Thanks, I'll try that.

----------

## C.M

Hmm.. Also got this problem, but the "unset MAIL" command got it to stop. Why did it happen? Something in the new baselayout or so? Never had it before, first time this evening.  :Confused: 

----------

## ryceck

 *C.M wrote:*   

> Hmm.. Also got this problem, but the "unset MAIL" command got it to stop. Why did it happen? Something in the new baselayout or so? Never had it before, first time this evening. 

 

Same here... havent got anything in /var/spool/mail or anything regarding mail in my /root.

What is this   :Confused: 

----------

## Paranoid

Here too, it's freaking me out   :Shocked: 

----------

## psyqil

Me too...  :Confused: 

----------

## karmapolice

werd...   :Sad: 

----------

## arskq

I had and partially still have the same problem.

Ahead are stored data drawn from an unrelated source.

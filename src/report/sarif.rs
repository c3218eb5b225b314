//! SARIF 2.1.0 (OASIS Static Analysis Results Interchange Format) view of a
//! report, for code-scanning dashboards. Findings have no line in a source
//! file of their own, so each result carries logical locations (the ids of
//! its subjects) and, when known, the model file as artifact.

use super::{Finding, Report, Severity};
use serde_json::{json, Value};
use std::collections::BTreeMap;

/// SARIF JSON text for `report`; `model_file` is the model's path as the CI
/// job sees it (relative to the repository root), when there is one.
pub fn to_sarif(report: &Report, model_file: Option<&str>) -> String {
    let mut rules: BTreeMap<&str, &Finding> = BTreeMap::new();
    for f in &report.findings {
        rules.entry(f.kind.as_str()).or_insert(f);
    }
    let rules: Vec<Value> = rules
        .keys()
        .map(|kind| {
            json!({
                "id": kind,
                "name": kind,
                "shortDescription": {"text": describe(kind, report)},
            })
        })
        .collect();
    let results: Vec<Value> = report
        .findings
        .iter()
        .map(|f| {
            let mut location = json!({
                "logicalLocations": f.subjects.iter().map(|s| json!({
                    "name": s,
                    "kind": subject_kind(report, s),
                })).collect::<Vec<_>>(),
            });
            if let Some(file) = model_file {
                location["physicalLocation"] = json!({"artifactLocation": {"uri": file}});
            }
            let mut text = f.message.clone();
            if let Some(s) = &f.scenario {
                text = format!(
                    "{} (scenario {s}): {text}",
                    f.subjects.first().map(String::as_str).unwrap_or("-")
                );
            } else if let Some(first) = f.subjects.first() {
                text = format!("{first}: {text}");
            }
            json!({
                "ruleId": f.kind,
                "level": level(f.severity),
                "message": {"text": text},
                "locations": [location],
                "partialFingerprints": {"gibbsiteFinding/v1": fingerprint(f)},
                "properties": {"evidence": f.evidence, "scenario": f.scenario},
            })
        })
        .collect();
    let sarif = json!({
        "$schema": "https://json.schemastore.org/sarif-2.1.0.json",
        "version": "2.1.0",
        "runs": [{
            "tool": {"driver": {
                "name": report.tool.name,
                "version": report.tool.version,
                "rules": rules,
            }},
            "results": results,
            // The joint verdict of every scenario, found or not.
            "properties": {"scenarioVerdicts": report.joint_scenarios.iter().map(|s| json!({
                "scenario": s.id,
                "verdict": s.verdict,
                "maxMinDrivingForceKj": s.mdf.as_ref().map(|m| m.value_kj),
                "conflictingSets": s.conflicts.len(),
                "internalCycles": s.loop_law.as_ref().map(|l| l.cycles.len()),
            })).collect::<Vec<_>>()},
        }],
    });
    let mut text = serde_json::to_string_pretty(&sarif).expect("SARIF values are plain JSON");
    text.push('\n');
    text
}

fn level(severity: Severity) -> &'static str {
    match severity {
        Severity::Error => "error",
        Severity::Warning => "warning",
        Severity::Note => "note",
    }
}

/// The check description that reports `kind`, else the kind itself.
fn describe(kind: &str, report: &Report) -> String {
    report
        .summary
        .checks
        .iter()
        .find(|c| c.kinds.iter().any(|k| k == kind))
        .map(|c| format!("{}: {}", c.title, c.description))
        .unwrap_or_else(|| kind.to_string())
}

fn subject_kind(report: &Report, id: &str) -> &'static str {
    if report.reactions.iter().any(|r| r.id == id) {
        "function"
    } else if report.metabolites.iter().any(|m| m.id == id) {
        "variable"
    } else {
        "object"
    }
}

/// Stable identity of a finding across runs (kind, subjects, scenario), so a
/// dashboard can tell new results from old ones.
pub fn fingerprint(f: &Finding) -> String {
    let key = format!(
        "{}|{}|{}",
        f.kind,
        f.subjects.join(","),
        f.scenario.as_deref().unwrap_or("")
    );
    // FNV-1a 64: tiny, stable across platforms and releases.
    let mut hash: u64 = 0xcbf2_9ce4_8422_2325;
    for b in key.bytes() {
        hash ^= u64::from(b);
        hash = hash.wrapping_mul(0x0000_0100_0000_01b3);
    }
    format!("{hash:016x}")
}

After 'unset MAIL' root stopped getting the notice. But this happens to regular user(s) as well.

Especially after a longish ssh session it's really annoying, nothing but "You have new mail." messages for 2-3 seconds.

----------

## darkphader

Same problem here.

----------

## elmicha

I have the same problem - the MAIL environment variable is magically and wrongly set to the home directory of the user.

I don't set MAIL anywhere in /etc or in ~/.*

I suspect it started after emerging shadow-4.0.5.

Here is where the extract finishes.